Accusing them of creating it now is silly. Nor did Russia have a large air
base in Syria until last year. Nor did the Russians supply or use chemical
weapons. In fact, they earnestly tried to do the opposite - take Assad's chem
weapons away (though they obviously failed).

Correct, I misspoke earlier - the Russians did not create the refugee
situation - but they have certainly inflamed and weaponised it. In addition to
targeting civilian population centers with indiscriminate munitions, they have
also shut down legal asylum from Syria into Russia, claiming that Syria is
safe for its residents. Again, it does this so the refugees are forced to flow
eastward into turkey then Greece, despite Syria being a proxy state and Russia
owing some form of assistance. They've compounded these issues by spreading
disinformation in Europe, planting stories of fake rapes and murders by Syrian
refugees in European media, again to sow distrust and create political
instability. And I'm thoroughly unconvinced about the efforts of Russians to
find and confiscate chemical weapons - they only agreed to the deal in the
first place to mitigate the chance of Americans opening direct military
operations after the red line violation, and as you've alluded to, there have
been plenty of chemical weapon attacks since then.

And to fend of further misrepresentations of my words, I never said Russia's
goal is to kill civilians - again their goal is to destroy their homes and
communities, so that they are forced to become refugees. By closing its own
borders it's making sure other countries have to bare the burden of its
operations - this is what the NATO commander meant when he said Putin is
trying to use Syrian refugees to break NATO.

------
danso
I doubt I would have read this article (through HN) if the submitter hadn't
added "Falsifies End User Documents" to the submission title (actual title of
the article is "Revealed: The Pentagon Is Spending Up To $2.2 Billion on
Soviet-Style Arms for Syrian Rebels"). So I'm glad that technical detail was
emphasized, because a lot of this story deals with technicalities. It's not a
secret that the Pentagon spends hundreds of millions to fund rebel groups --
as the article points out, they put out press releases and official
PowerPoints about it.
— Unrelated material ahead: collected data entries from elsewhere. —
// What each closed state is: isolated (local DOF 0, with its sensitivities) or a point of a family (a
// continuum through the drive values), and which family. The pieces the solve report is built from.

import type { Drive, Family, Pattern, Solution } from '../types';
import { ClosureProblem } from '../closure/newton';
import { analyzeState, estimateCondition, NORMAL_PIVOT_TOLERANCE, type LocalAnalysis } from '../closure/analysis';
import { flatCone } from '../paths/cone';
import { wrapAngle } from '../math/rotation';
import { orderedRates } from './ordered-rates';
import type { Candidate } from './candidates';
import { canonicalFoldedFlat, limitViolations, matchesAssignment, SAME_STATE_TOLERANCE, signPattern, stackedCreases } from './states';

const DEG_PER_RAD = 180 / Math.PI;
/** a drive column this far (residual norm, rad) from the range of the free creases' Jacobian cannot move */
const LOCKED = 1e-8;

export interface Analysed {
  candidate: Candidate;
  solution: Solution;
  /** free creases minus rank with the drives held */
  localDof: number;
  /** DOF with every movable crease free, when known without an extra analysis */
  allDof?: number;
  /** drives that cannot move from this state (their Jacobian column is not in the free creases' range) */
  lockedDrives: number[];
  /** the local analysis, when one was made */
  local?: LocalAnalysis;
  /** sensitivities (and locked drives) are known */
  detailed: boolean;
}

export interface AnalysisContext {
  pattern: Pattern;
  problem: ClosureProblem;
  drives: Drive[];
  free: number[];
  known: Uint8Array;
}

/**
 * Residual, signs and local DOF of a closed state: the DOF from the enumeration's order where it proves it
 * (no factorization), else by a rank analysis (which also gives the sensitivities and the condition number).
 * `detailed` asks for the sensitivities of a proven state at once (see detailState).
 */
export function analyseCandidate(ctx: AnalysisContext, cand: Candidate, detailed = true): Analysed {
  const { pattern, problem, drives, free } = ctx;
  let worst = problem.evaluate(cand.angles, !cand.regular || detailed);
  if (!(worst <= 1e-13)) {
    // closed-form states are exact to rounding; a hair off (a singular vertex) is polished here
    const p = problem.solve(cand.angles, { polishTolerance: 1e-15, maxIterations: 20, wrap: false });
    if (p.converged) {
      for (const c of problem.unknownCreases) cand.angles[c] = wrapAngle(p.angles[c]);
      canonicalFoldedFlat(pattern, cand.angles);
    }
    worst = problem.evaluate(cand.angles);
  }
  cand.maxResidual = worst;
  const vertexResiduals: number[] = [];
  for (let b = 0; b < problem.sys.blockCount; b++) vertexResiduals.push(Math.hypot(problem.residual[3 * b], problem.residual[3 * b + 1], problem.residual[3 * b + 2]));
  const driveCreases = drives.map((d) => d.crease);
  const sensitivity = new Map<number, Float64Array>();
  let localDof = 0;
  let condition = NaN;
  let local: LocalAnalysis | undefined;
  if (!cand.regular) {
    local = analyzeState(problem, free, driveCreases);
    localDof = local.localDof;
    condition = local.condition;
    if (local.sensitivity) {
      drives.forEach((d, j) => {
        const arr = new Float64Array(pattern.creases.length);
        free.forEach((c, k) => (arr[c] = local!.sensitivity![k][j]));
        sensitivity.set(d.crease, arr);
      });
    }
  }
  const stacked = stackedCreases(pattern, cand.angles);
  const solution: Solution = {
    angles: cand.angles,
    maxResidual: cand.maxResidual,
    vertexResiduals,
    matchesAssignment: matchesAssignment(pattern, cand.angles),
    localDof,
    sensitivity,
    condition,
    signs: signPattern(pattern, cand.angles),
    ...(stacked.length ? { stacked } : {}),
  };
  const a: Analysed = { candidate: cand, solution, localDof, lockedDrives: [], local, detailed: !cand.regular };
  // the Jacobian is fresh when the state was not proven by the enumeration or its details are asked for
  if (cand.order && (detailed || !cand.regular)) firstOrder(ctx, a);
  return a;
}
But what is interesting is the obfuscation of details,
such as the special ops "end-user certificate" which is so vaguely worded that
it basically implies the Pentagon could transfer weapons to anyone it feels
like. "NATO allies and partners" instead of "Republic of Iraq", for instance.

I loved the example of one of the publicly-available arms contracts being
altered after reporters sent questions; even in something as big as arms deals
and proxy wars, someone in the bureaucracy will fuck up the paperwork:
[https://www.occrp.org/assets/makingakilling/pentagon-
procure...](https://www.occrp.org/assets/makingakilling/pentagon-procurement-
database.png)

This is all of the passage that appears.